» Work required
Which lines in the records below contain the word "bool"? Report each of them.

» Record extracts
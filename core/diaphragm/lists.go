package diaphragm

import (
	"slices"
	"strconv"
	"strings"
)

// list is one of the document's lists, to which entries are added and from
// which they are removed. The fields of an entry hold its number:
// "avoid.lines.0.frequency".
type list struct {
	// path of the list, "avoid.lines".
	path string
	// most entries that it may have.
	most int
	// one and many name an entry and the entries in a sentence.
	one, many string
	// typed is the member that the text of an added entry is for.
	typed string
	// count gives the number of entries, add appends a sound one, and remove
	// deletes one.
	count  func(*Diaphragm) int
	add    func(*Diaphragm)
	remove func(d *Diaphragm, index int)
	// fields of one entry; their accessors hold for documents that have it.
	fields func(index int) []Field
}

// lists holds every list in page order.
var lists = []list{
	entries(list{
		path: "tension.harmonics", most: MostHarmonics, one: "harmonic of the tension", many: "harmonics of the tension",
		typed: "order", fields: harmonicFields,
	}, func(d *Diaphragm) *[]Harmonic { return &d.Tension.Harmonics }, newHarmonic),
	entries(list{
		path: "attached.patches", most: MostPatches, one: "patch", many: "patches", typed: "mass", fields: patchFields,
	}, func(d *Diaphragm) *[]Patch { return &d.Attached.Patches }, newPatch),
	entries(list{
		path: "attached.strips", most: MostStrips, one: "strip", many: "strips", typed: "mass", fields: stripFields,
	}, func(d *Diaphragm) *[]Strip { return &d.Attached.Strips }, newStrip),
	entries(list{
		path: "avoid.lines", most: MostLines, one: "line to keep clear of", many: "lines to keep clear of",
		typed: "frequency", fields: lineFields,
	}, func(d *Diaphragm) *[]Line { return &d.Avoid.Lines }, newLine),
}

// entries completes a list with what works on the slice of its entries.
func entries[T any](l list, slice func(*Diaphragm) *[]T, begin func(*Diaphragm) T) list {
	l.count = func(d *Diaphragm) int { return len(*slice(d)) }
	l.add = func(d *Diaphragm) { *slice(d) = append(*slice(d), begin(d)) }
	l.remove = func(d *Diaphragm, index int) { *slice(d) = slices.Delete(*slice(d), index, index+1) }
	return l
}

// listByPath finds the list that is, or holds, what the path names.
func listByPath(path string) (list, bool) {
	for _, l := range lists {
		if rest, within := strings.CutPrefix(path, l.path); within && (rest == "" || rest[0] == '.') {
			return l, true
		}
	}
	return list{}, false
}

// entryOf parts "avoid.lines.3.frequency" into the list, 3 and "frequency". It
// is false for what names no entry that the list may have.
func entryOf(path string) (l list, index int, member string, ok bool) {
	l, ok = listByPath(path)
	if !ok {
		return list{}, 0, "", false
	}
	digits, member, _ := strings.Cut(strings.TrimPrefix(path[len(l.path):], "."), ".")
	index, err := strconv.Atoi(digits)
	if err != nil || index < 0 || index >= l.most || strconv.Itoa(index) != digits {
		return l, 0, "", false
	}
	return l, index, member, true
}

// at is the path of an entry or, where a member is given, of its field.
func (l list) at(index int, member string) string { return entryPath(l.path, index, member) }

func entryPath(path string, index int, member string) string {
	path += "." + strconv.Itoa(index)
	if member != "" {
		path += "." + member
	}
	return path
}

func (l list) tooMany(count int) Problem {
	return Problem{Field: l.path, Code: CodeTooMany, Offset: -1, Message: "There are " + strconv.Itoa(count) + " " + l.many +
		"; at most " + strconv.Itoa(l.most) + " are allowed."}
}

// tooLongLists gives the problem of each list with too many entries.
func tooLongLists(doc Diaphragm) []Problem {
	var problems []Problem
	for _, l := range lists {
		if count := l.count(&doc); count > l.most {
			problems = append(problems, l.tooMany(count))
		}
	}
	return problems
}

==

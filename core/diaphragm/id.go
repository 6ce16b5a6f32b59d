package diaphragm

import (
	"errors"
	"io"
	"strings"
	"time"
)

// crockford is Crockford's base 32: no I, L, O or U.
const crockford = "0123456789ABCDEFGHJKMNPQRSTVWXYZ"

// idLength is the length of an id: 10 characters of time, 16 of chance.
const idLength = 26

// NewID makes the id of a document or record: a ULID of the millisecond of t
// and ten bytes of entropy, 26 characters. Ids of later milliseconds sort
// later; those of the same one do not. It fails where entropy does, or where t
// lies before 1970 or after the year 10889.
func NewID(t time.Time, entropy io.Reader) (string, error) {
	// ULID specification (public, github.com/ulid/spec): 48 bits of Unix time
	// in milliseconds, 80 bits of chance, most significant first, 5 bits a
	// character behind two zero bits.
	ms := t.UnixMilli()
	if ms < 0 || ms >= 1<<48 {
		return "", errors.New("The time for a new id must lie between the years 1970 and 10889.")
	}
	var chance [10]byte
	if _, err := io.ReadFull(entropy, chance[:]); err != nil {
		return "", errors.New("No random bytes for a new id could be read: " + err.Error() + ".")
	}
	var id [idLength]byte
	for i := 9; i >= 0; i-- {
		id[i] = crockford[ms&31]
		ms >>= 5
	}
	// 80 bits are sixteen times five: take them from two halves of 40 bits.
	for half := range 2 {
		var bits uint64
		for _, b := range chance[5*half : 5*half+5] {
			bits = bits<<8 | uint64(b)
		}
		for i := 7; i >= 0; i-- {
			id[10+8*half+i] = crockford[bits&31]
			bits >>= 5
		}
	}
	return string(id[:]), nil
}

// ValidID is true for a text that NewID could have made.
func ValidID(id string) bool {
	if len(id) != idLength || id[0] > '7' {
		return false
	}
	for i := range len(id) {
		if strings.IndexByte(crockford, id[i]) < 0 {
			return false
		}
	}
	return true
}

» Result of the task
func listByPath(path string) (list, bool) {
func entryOf(path string) (l list, index int, member string, ok bool) {
func ValidID(id string) bool {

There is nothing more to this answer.